I can't wait to start seeing swatches from the Violet Underground part of the collection. I'm interested in the palette and all the lip products. Even the eyeliner looks kind of intriguing, but I find it's difficult to get a really deep black line from a pen-type applicator.

  	I'm jealous it's available already in the US, but I suppose I won't have to wait that long to get it here...


----------



## singer82 (Jul 18, 2012)

Any word on the new gelee shadows?  I def wanna check out the palette n the purple ls and gloss next month! That liner looks interesting. Wonder how well it works. EL has really been stepping it up lately


----------



## Anneri (Jul 18, 2012)

Well look at that!

  	the nail polishes: http://beaut.ie/blog/2012/sneak-pee...al-mania-nail-collections-are-headed-our-way/


----------



## mac_aiken (Jul 19, 2012)

Saw the polishes yesterday.
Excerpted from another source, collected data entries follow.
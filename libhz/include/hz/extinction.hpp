// Interstellar extinction of a magnitude and reddening of a colour, per magnitude of extinction in V; read from
// catalogs/relations/extinction.toml (embedded at build time).
#pragma once
#include "hz/quantity.hpp"

namespace hz {

/// A_band / A_V.
///
/// Validity  magnitude_b, _v, _g, _j, _k; a broken precondition for any other quantity. Means of the diffuse medium
///           (R_V = 3.1); broad bands depend on the star: A_G / A_V falls from 0.79 at solar colours to about 0.6 for M
///           dwarfs.
/// Source    Cardelli, Clayton & Mathis 1989, ApJ 345, 245, doi:10.1086/167900; A_G = 0.79 A_V, Wang & Chen 2019, ApJ
///           877, 116, doi:10.3847/1538-4357/ab1c61.
[[nodiscard]] double extinction_ratio(Quantity magnitude);

/// E(colour) / A_V.
///
/// Validity  color_bv, _vk, _vj, _bp_rp; a broken precondition for any other quantity.
/// Source    as above; E(BP-RP) = A_G / 2, Andrae et al. 2018, A&A 616, A8, doi:10.1051/0004-6361/201732516.
[[nodiscard]] double color_excess_ratio(Quantity color);

}  // namespace hz
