// Preconditions that stay on in every build.
#pragma once
#include <stdexcept>

/// Throws std::logic_error when `condition` is false: a bug of ours, never the user's.
#define HZ_REQUIRE(condition)                                                         \
  do {                                                                                \
    if (!(condition)) throw std::logic_error("hz: broken precondition: " #condition); \
  } while (false)
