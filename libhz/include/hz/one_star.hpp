// Planets of one star whose rows say different things of it.
#pragma once
#include <cstddef>
#include <optional>
#include <span>
#include <string>
#include <vector>

#include "hz/quantity.hpp"
#include "hz/ranking.hpp"

namespace hz {

/// Which star the planets of one star are answered with.
enum class OneStar {
  as_given,  // each with its own
  first,     // all with that of the first row that states any of compared_star_values()
  best,      // all with that of the row that states most of them with an error (a luminosity and its logarithm count
             // once), then with the smallest relative error of Teff and radius together, then the first
};

/// teff, luminosity, log_luminosity, stellar_radius, stellar_mass: by these are the rows of a star compared.
[[nodiscard]] std::span<const Quantity> compared_star_values();

/// A star whose planets' rows state different values of one quantity or more; limits are not compared.
struct StarConflict {
  std::vector<std::size_t> rows;     // all of its planets', in list order
  std::vector<Quantity> quantities;  // those that differ
  std::string what;                  // "teff 5100 to 5230, stellar_mass 0.9 to 1.1"
};

/// The stars of a list, compared.
struct StarsCompared {
  std::vector<StarConflict> conflicts;                 // in the order in which the stars first appear
  std::vector<std::optional<std::size_t>> taken_from;  // a row: where its star now comes from, if that changed a value
};

/// Compares the rows of each star's planets and, if so chosen, gives all of them one whole star record; the names stay
/// as each row spells them. One star is one name as folded_name() has it; rows without a star's name are left alone,
/// and so are stars without planets. For rows that are not answered yet: answers are not looked at. O(n log n).
[[nodiscard]] StarsCompared compare_stars(std::vector<Candidate>& candidates, OneStar choice);

}  // namespace hz
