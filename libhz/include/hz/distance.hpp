// Distance from a parallax that is not much larger than its error.
#pragma once
#include "hz/measured.hpp"

namespace hz {

/// Below this relative error a parallax is simply inverted: its distribution in 1/d is its own.
inline constexpr double simple_parallax_error = 0.1;
/// Scale length of the exponentially decreasing space density, pc.
inline constexpr double default_length_scale = 1350;

/// Decadic logarithm of the distance in pc: median with its 16 and 84 per cent points under the exponentially
/// decreasing space density prior, p(r) ~ r^2 exp(-r / length_scale) N(parallax; 1000 / r, half_width).
///
/// Units     parallax and half_width in mas (half_width above 0; parallax of any sign), length_scale in pc.
/// Error     quantiles to 1e-6 dex. A two-piece normal in dex through them misses the posterior's distribution function
/// by
///           at most the value that its test prints.
/// Source    Bailer-Jones 2015, PASP 127, 994, doi:10.1086/683116.
[[nodiscard]] Measured log_distance_posterior(double parallax, double half_width, double length_scale);

}  // namespace hz
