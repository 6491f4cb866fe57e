// What a measured value stands for: a two-piece normal on the scale it is quoted on, cut to its domain and
// renormalised.
#pragma once
#include <array>
#include <cstddef>
#include <optional>
#include <span>

#include "hz/measured.hpp"

namespace hz {

/// What an asymmetric value +a -b means. The choice moves a probability by 0.04 in the median of asymmetric rows.
enum class Asymmetry {
  median,  // the value is the median, the half-widths reach the 16 and 84 per cent points: half the weight each side
  mode,    // the value is the mode: each side's weight is proportional to its half-width
};

/// Where a quantity can lie at all.
struct Domain {
  double low = 0;
  double high = 0;  // may be infinity
};

/// One side of a two-piece normal: a half-normal from `centre` outwards, as far as `end` (the domain's end or
/// infinity).
struct Piece {
  double centre = 0;
  double sigma = 0;      // above 0
  double direction = 1;  // +1 above the centre, -1 below
  double end = 0;        // in units of sigma from the centre, above 0; infinity when the domain does not cut it
  double weight = 0;     // its share of the whole; the shares sum to 1
  double mass = 1;       // the half-normal's own mass within `end` (erf(end / sqrt 2))
};

/// A probability distribution of one input.
class Distribution {
public:
  /// A known value.
  [[nodiscard]] static Distribution exact(double value);

  /// Two-piece normal of half-widths minus and plus (both at least 0, not both 0) about `value`, cut to `domain`.
  ///
  /// A zero half-width puts all the weight on the other side. A value outside the domain, or a side with no room in the
  /// domain, leaves only the other side; `value` must lie in the closed domain.
  [[nodiscard]] static Distribution two_piece(double value, double minus, double plus, Asymmetry asymmetry,
                                              Domain domain);

  /// Half-normal from 0 upwards with 95 per cent below `limit`, cut to `domain`: what an upper limit of an eccentricity
  /// means.
  [[nodiscard]] static Distribution below(double limit, Domain domain);

  /// The same value with its half-widths times `factor` (0 makes it exact); what a better or worse measurement would
  /// say.
  [[nodiscard]] Distribution scaled(double factor) const;

  [[nodiscard]] double central() const { return central_; }  // the quoted value
  [[nodiscard]] bool is_exact() const { return count_ == 0; }
  [[nodiscard]] std::span<const Piece> pieces() const { return {pieces_.data(), count_}; }  // empty when exact

  /// Probability of lying below x; of lying at x or above.
  [[nodiscard]] double below(double x) const;
  [[nodiscard]] double above(double x) const;

  /// The x with probability u below it, 0 < u < 1.
  [[nodiscard]] double quantile(double u) const;

  /// Half-widths to the 16 and 84 per cent points of the distribution as it is, from the central value; at least 0.
  [[nodiscard]] double minus() const { return minus_; }
  [[nodiscard]] double plus() const { return plus_; }

private:
  void find_half_widths();

  double central_ = 0;
  double minus_ = 0;
  double plus_ = 0;
  std::array<Piece, 2> pieces_{};
  std::size_t count_ = 0;
};

}  // namespace hz
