// The columns of a ranked list: what the list stated, what follows, and what was decided, so that the file is itself a
// list.
#pragma once
#include <cstdint>
#include <functional>
#include <string>
#include <variant>
#include <vector>

#include "hz/quantity.hpp"
#include "hz/ranking.hpp"
#include "hz/settings.hpp"
#include "hz/table/table.hpp"

namespace hz {

/// One value of an output column; monostate is "no value".
using CellValue = std::variant<std::monostate, double, std::int64_t, std::string>;

/// A candidate with its place; rank 0 for rows without one.
struct RankedRow {
  const Candidate& candidate;
  std::size_t rank = 0;
};

struct OutputColumn {
  ColumnHead head;
  std::function<CellValue(const RankedRow&)> value;
};

/// The columns of a ranked list. `stated` are the quantities the input list speaks of: they come back as stated, in
/// canonical units, with half-widths and limit marks; `kept` are the heads of the input's own columns that travel along
/// (ListRow::kept holds their cells in the same order). What was used and how it was had stands in X_used and
/// X_used_route.
[[nodiscard]] std::vector<OutputColumn> ranked_columns(const Settings& settings, const std::vector<Quantity>& stated,
                                                       const std::vector<ColumnHead>& kept);

[[nodiscard]] TableHead head_of(const std::vector<OutputColumn>& columns);
[[nodiscard]] Chunk chunk_of(const std::vector<OutputColumn>& columns, const std::vector<RankedRow>& rows);

/// A number of six significant digits: more would claim too much of a derived value.
[[nodiscard]] double six_digits(double x);

}  // namespace hz
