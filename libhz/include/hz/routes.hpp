// The one table of routes: for each quantity the ways to get it, in order of preference.
#pragma once
#include <span>
#include <string_view>
#include <vector>

#include "hz/quantity.hpp"

namespace hz {

/// One way to a quantity, as people read it; libhz/src/route_table.cpp holds the ways themselves beside these words.
struct RouteInfo {
  Quantity gives{};
  std::string_view needs;                   // "magnitude_g, distance and teff"
  std::string_view law;                     // what carries it, where no published relation does
  std::vector<std::string_view> relations;  // keys of hz/relation.hpp: range, scatter and source stand there
  std::string_view holds;                   // when it is used, beyond the relations' own ranges; may be empty
};

/// All of them, grouped by quantity, best first.
[[nodiscard]] std::span<const RouteInfo> all_routes();

}  // namespace hz
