// Units by the words people write, converted to the canonical unit of a quantity.
#pragma once
#include <optional>
#include <string_view>

#include "hz/measured.hpp"
#include "hz/quantity.hpp"

namespace hz {

/// How numbers in a unit become numbers in the canonical unit.
enum class ConversionKind {
  factor,      // value * number
  offset,      // value + number: a logarithm of the same thing in another unit
  reciprocal,  // number / value: a parallax in a distance column; half-widths change sides
  antilog,     // number * 10^value: a logarithm where the thing itself is wanted
  dimming,     // 1 - 10^(-0.4 number value): magnitudes in a column of fractions of the light
};
struct Conversion {
  ConversionKind kind = ConversionKind::factor;
  double number = 1;

  friend bool operator==(const Conversion&, const Conversion&) = default;
};

/// How `unit` becomes the canonical unit of `quantity`; nullopt for a unit that is unknown or of another dimension, and
/// for every unit of a quantity that is no number.
///
/// Understands the VOUnits, FITS, CDS and common astropy spellings and the words of published tables ("Earth Radius",
/// "days", "Rsun", "RJ", "ly"), a number in front ("1361W.m**-2") and logarithms ("dex(cm.s**-2)", "log10(L/Lsun)",
/// "dex"), "log(K)" also for a quantity that is no logarithm itself. Case-exact where case matters. Empty: already
/// canonical.
[[nodiscard]] std::optional<Conversion> conversion(Quantity quantity, std::string_view unit);

/// One number in the canonical unit. A reciprocal needs one above 0 (else a broken precondition).
[[nodiscard]] double convert(double value, const Conversion& conversion);

/// The number in the unit that `conversion` starts from: convert() the other way round.
[[nodiscard]] double convert_back(double canonical, const Conversion& conversion);

/// The measured value in the canonical unit, half-widths and limit marks turned with it. Where the conversion bends,
/// the ends of the interval are carried over exactly. A reciprocal needs a value above 0 (else a broken precondition);
/// where its interval reaches past zero the half-width follows from the slope.
[[nodiscard]] Measured convert(const Measured& measured, const Conversion& conversion);

}  // namespace hz
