// Whether a list says that a star is not alone, and whether the other star is near enough to matter to its zone.
#pragma once
#include <optional>
#include <string>

#include "hz/records.hpp"

namespace hz {

/// A second star this many times as far as the outer zone limit, or nearer, is close.
inline constexpr double close_companion_factor = 10;

struct Companions {
  bool present = false;
  std::string why;  // what the list says, its reasons joined by "; "; empty when no companion is named
  bool close = false;
};

/// What a row says of other stars. Their light and pull are not modelled: this only says that they are there.
///
/// Present   number_of_stars of 2 or more; a companion_separation; a spectral type that names two ("M8+L3", not
///           "G5/6 V"); a planet that circles both stars.
/// Close     separation * distance <= close_companion_factor * outer_limit, or a planet that circles both stars. A
/// lower
///           limit of the separation (">") leaves it open and is not close; an upper limit ("<") counts as its value.
/// Units     distance in pc, outer_limit (of the zone, from the star) in au, both above 0; the separation in arcsec.
///           Without either of them no separation is close.
/// Error     the separation is the one seen on the sky on one date: the true one is as a rule larger, and on an
///           eccentric orbit it may become smaller. A separation of 0 is one too small to be printed; a negative one is
///           none.
[[nodiscard]] Companions companions_of(const StarRecord& star, const PlanetRecord& planet,
                                       std::optional<double> distance, std::optional<double> outer_limit);

}  // namespace hz
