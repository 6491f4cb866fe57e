// How probably a planet lies on each side of each limit.
#pragma once
#include <cstdint>
#include <optional>
#include <vector>

#include "hz/distribution.hpp"
#include "hz/limit_set.hpp"
#include "hz/quantity.hpp"

namespace hz {

/// One independent input of the insolation: ln S gets power * ln x, or power * ln(10) * x when x is a decadic
/// logarithm.
struct InsolationTerm {
  Quantity quantity{};
  Distribution x = Distribution::exact(1);
  double power = 1;
  bool decadic = false;
};

/// Everything a placement depends on. ln S = offset + sum of terms + teff_power ln(teff) - ln(1 - e^2) / 2.
struct PlacementInput {
  double offset = 0;
  std::vector<InsolationTerm> terms;                   // independent of each other and of Teff
  double teff_power = 0;                               // 4 where the luminosity follows from radius and Teff
  Distribution teff = Distribution::exact(0);          // K
  Distribution eccentricity = Distribution::exact(0);  // 0 where the insolation is averaged already
  Distribution planet_mass = Distribution::exact(1);   // Earth masses, for limits that depend on it
  bool planet_mass_decadic = false;                    // planet_mass is a decadic logarithm of Earth masses
};

/// Orbit-averaged insolation at the central values.
[[nodiscard]] double central_insolation(const PlacementInput& input);

/// Shares of the joint distribution of the inputs. too_hot + optimistic + too_cold + unanswered = 1, against the
/// optimistic limits, or against the conservative ones when the set has no others. A zone the set does not have stays
/// empty.
struct Probabilities {
  std::optional<double> too_hot;
  std::optional<double> optimistic;
  std::optional<double> too_cold;
  std::optional<double> conservative;
  double too_hot_conservative = 0;  // the same sides for the conservative zone; they steer its `side`
  double too_cold_conservative = 0;
  double unanswered = 0;     // share of the Teff distribution for which the limits are refused
  double teff_in_range = 1;  // share of the Teff distribution inside the fitted range
};

/// By quadrature; error in each probability at most about 1e-4 (hz/placement.hpp's test compares 200 awkward cases).
[[nodiscard]] Probabilities place(const PlacementInput& input, const LimitSet& set, BeyondRange beyond);

/// By brute force from the very same distributions: the independent way. Standard error sqrt(p (1 - p) / draws).
[[nodiscard]] Probabilities place_by_sampling(const PlacementInput& input, const LimitSet& set, BeyondRange beyond,
                                              std::uint64_t draws, std::uint64_t seed);

/// Which side of the central value.
enum class Towards { colder, hotter };

/// The 68 per cent half-width of ln S - ln S_limit on one side of its central value, to about 1 per cent of itself.
///
/// With all insolation terms but the luminosity's left out it is twice the relative half-width of the limit's distance.
[[nodiscard]] double log_margin_width(const PlacementInput& input, const FluxLimit& limit, BeyondRange beyond,
                                      Towards towards);

}  // namespace hz
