std::size_t problems(const std::vector<ListRow>& rows) {
  std::size_t out = 0;
  for (const auto& row : rows) {
    for (const auto& [quantity, field] : star_fields) out += (row.star.*field).problem != nullptr ? 1U : 0U;
  }
  return out;
}

TEST(RealLists, BrightListHasItsParallaxesInArcsec) {
  HZ_NEEDS_LIST("mdwarfs_bright_2011.csv");
  const auto doubts = implausible("mdwarfs_bright_2011.csv");
  ASSERT_EQ(doubts.size(), 1U);
  EXPECT_TRUE(doubts[0].blocks);
  EXPECT_THAT(doubts[0].what, HasSubstr("column \"plx\" has a median of 0.0"));
  EXPECT_THAT(doubts[0].what, HasSubstr("it looks like arcsec"));
  EXPECT_THAT(doubts[0].map_lines, ::testing::Contains("parallax = { column = \"plx\", unit = \"arcsec\" }"));
}

TEST(RealLists, NoOtherListLooksImplausible) {
  for (const auto* const name : {"nearest_10pc.csv", "mdwarfs_spectra_2015.csv", "planets_composite_2023.csv",
                                 "planets_solutions_2025.csv", "worksheet_mixed.csv"}) {
    HZ_NEEDS_LIST(name);
    EXPECT_THAT(implausible(name), ::testing::IsEmpty()) << name;
  }
  EXPECT_THAT(implausible("mdwarfs_bright_2011.csv", map_named("bright_2011_map.toml")), ::testing::IsEmpty());
  EXPECT_THAT(implausible("mdwarfs_spectra_2015.csv", map_named("spectra_2015_map.toml")), ::testing::IsEmpty());
  EXPECT_THAT(implausible("nearest_10pc.csv", map_named("nearest_10pc_map.toml")), ::testing::IsEmpty());
  EXPECT_THAT(implausible("worksheet_mixed.csv", map_named("worksheet_map.toml")), ::testing::IsEmpty());
}

// Source of the counts in the next three: Python's csv module on the same files, and their README.
TEST(RealLists, BrightListWithItsMap) {
  HZ_NEEDS_LIST("mdwarfs_bright_2011.csv");
  const auto rows = testing::read_list(list_path("mdwarfs_bright_2011.csv"), map_named("bright_2011_map.toml"));
  ASSERT_EQ(rows.size(), 8889U);
  EXPECT_EQ(problems(rows), 0U);
  EXPECT_EQ(stated(rows, &StarRecord::parallax), 1422U);
  EXPECT_EQ(stated(rows, &StarRecord::magnitude_b), 7331U);
  for (const auto field : {&StarRecord::magnitude_v, &StarRecord::magnitude_j, &StarRecord::magnitude_h,
                           &StarRecord::magnitude_k, &StarRecord::color_vj})
    EXPECT_EQ(stated(rows, field), 8889U);
  const auto& third = rows[2].star;  // line 4
  EXPECT_EQ(third.name, "I00014-1656");
  EXPECT_EQ(third.id, "PM J00014-1656");
  EXPECT_EQ(third.spectral_type, "k7");
  EXPECT_DOUBLE_EQ(third.parallax.stated->value, 31.1);
  EXPECT_DOUBLE_EQ(*third.parallax.stated->plus, 2.2);
  EXPECT_EQ(third.magnitude_k.stated->value, 7.22);
}

TEST(RealLists, SpectraListWithItsMap) {
  HZ_NEEDS_LIST("mdwarfs_spectra_2015.csv");
  const auto rows = testing::read_list(list_path("mdwarfs_spectra_2015.csv"), map_named("spectra_2015_map.toml"));
  ASSERT_EQ(rows.size(), 447U);
  EXPECT_EQ(problems(rows), 0U);
  EXPECT_EQ(stated(rows, &StarRecord::teff), 353U);
  EXPECT_EQ(stated(rows, &StarRecord::parallax), 388U);
  EXPECT_EQ(stated(rows, &StarRecord::magnitude_k), 0U);
  for (const auto field : {&StarRecord::stellar_radius, &StarRecord::log_luminosity, &StarRecord::metallicity})
    EXPECT_EQ(stated(rows, field), 447U);
  EXPECT_EQ(count(rows, [](const ListRow& row) { return row.star.stellar_radius.stated->value < 0; }), 41U);
  const auto& first = rows[0].star;  // line 2
  EXPECT_EQ(first.name, "LSPM J0001+0659");
  EXPECT_EQ(first.parallax.stated, (Measured{57.1, 2.6, 2.6, LimitMark::none, false}));
  EXPECT_EQ(first.log_luminosity.stated, (Measured{-3.03, 0.11, 0.11, LimitMark::none, false}));
  EXPECT_EQ(first.metallicity.stated->value, -0.05);
}

TEST(RealLists, NearestListWithItsMap) {
  HZ_NEEDS_LIST("nearest_10pc.csv");
  const auto rows = testing::read_list(list_path("nearest_10pc.csv"), map_named("nearest_10pc_map.toml"));
  ASSERT_EQ(rows.size(), 380U);
  EXPECT_EQ(problems(rows), 0U);
  EXPECT_EQ(stated(rows, &StarRecord::magnitude_v), 325U);
  EXPECT_EQ(stated(rows, &StarRecord::magnitude_b), 314U);
  EXPECT_EQ(stated(rows, &StarRecord::distance), 380U);
  EXPECT_EQ(stated(rows, &StarRecord::companion_separation), 115U);
  EXPECT_EQ(count(rows, [](const ListRow& row) { return row.star.name.empty(); }), 1U);
  EXPECT_EQ(count(rows, [](const ListRow& row) { return row.star.spectral_type.empty(); }), 34U);
  EXPECT_EQ(count(rows, [](const ListRow& row) { return row.planet.orbital_period.stated.has_value(); }), 0U);
  const auto& second = rows[1].star;  // line 3
  EXPECT_EQ(second.spectral_type, "G2V");
  EXPECT_EQ(second.magnitude_v.stated->value, 0.01);
  EXPECT_EQ(second.distance.stated->value, 1.346);
  EXPECT_EQ(second.companion_separation.stated->value, 5.5);
}

TEST(RealLists, NearestStarsEndTheirHeaderInASeparator) {
  HZ_NEEDS_LIST("nearest_10pc.csv");
  const auto table = testing::read_whole(list_path("nearest_10pc.csv"));
  EXPECT_EQ(table.rows.size(), 380U);
  EXPECT_EQ(table.head.columns.size(), 30U);
  EXPECT_THAT(table.problems, ::testing::Each(""));
}

}  // namespace
}  // namespace hz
They are gorgeous and it would be hard for me to pick a single favorite.

  	Also finally saw the Violet Underground collection IRL yesterday. I bought the palette. It is so pretty and done in the same formula as Cyber Eyes shadows. The black seems to be matte and I can see this being used as a liner easily.

  	Very disappointed in the lipsticks thought. They don't look anything like the promo images. Cassis is not quite as dark (although I still loved it and may go back for it). The violet one is not violet at all. More like a purple tinged pink. It is pretty but not what I wanted/was expecting. I will get NARS Autumn Leaves l/s instead and look for a true violet l/s the next time I visit Inglot.

  	The l/g are very pretty and look like MAC Dare to Wear glosses.


----------



## katred (Jul 19, 2012)

mac_aiken said:


> Saw the polishes yesterday. They are gorgeous and it would be hard for me to pick a single favorite.
> 
> Also finally saw the Violet Underground collection IRL yesterday. I bought the palette. It is so pretty and done in the same formula as Cyber Eyes shadows. The black seems to be matte and I can see this being used as a liner easily.
> 
> ...


  	Thanks MacAiken! I'm really disappointed to know that the lipsticks aren't as described. One of our members posted a picture of herself wearing the "violet" shade and it certainly didn't look violet in her picture. I can't imagine why they would approve artwork that was so misleading... Oh well, money saved...


----------



## mac_aiken (Jul 20, 2012)

katred said:


> Thanks MacAiken! I'm really disappointed to know that the lipsticks aren't as described. One of our members posted a picture of herself wearing the "violet" shade and it certainly didn't look violet in her picture. I can't imagine why they would approve artwork that was so misleading... Oh well, money saved...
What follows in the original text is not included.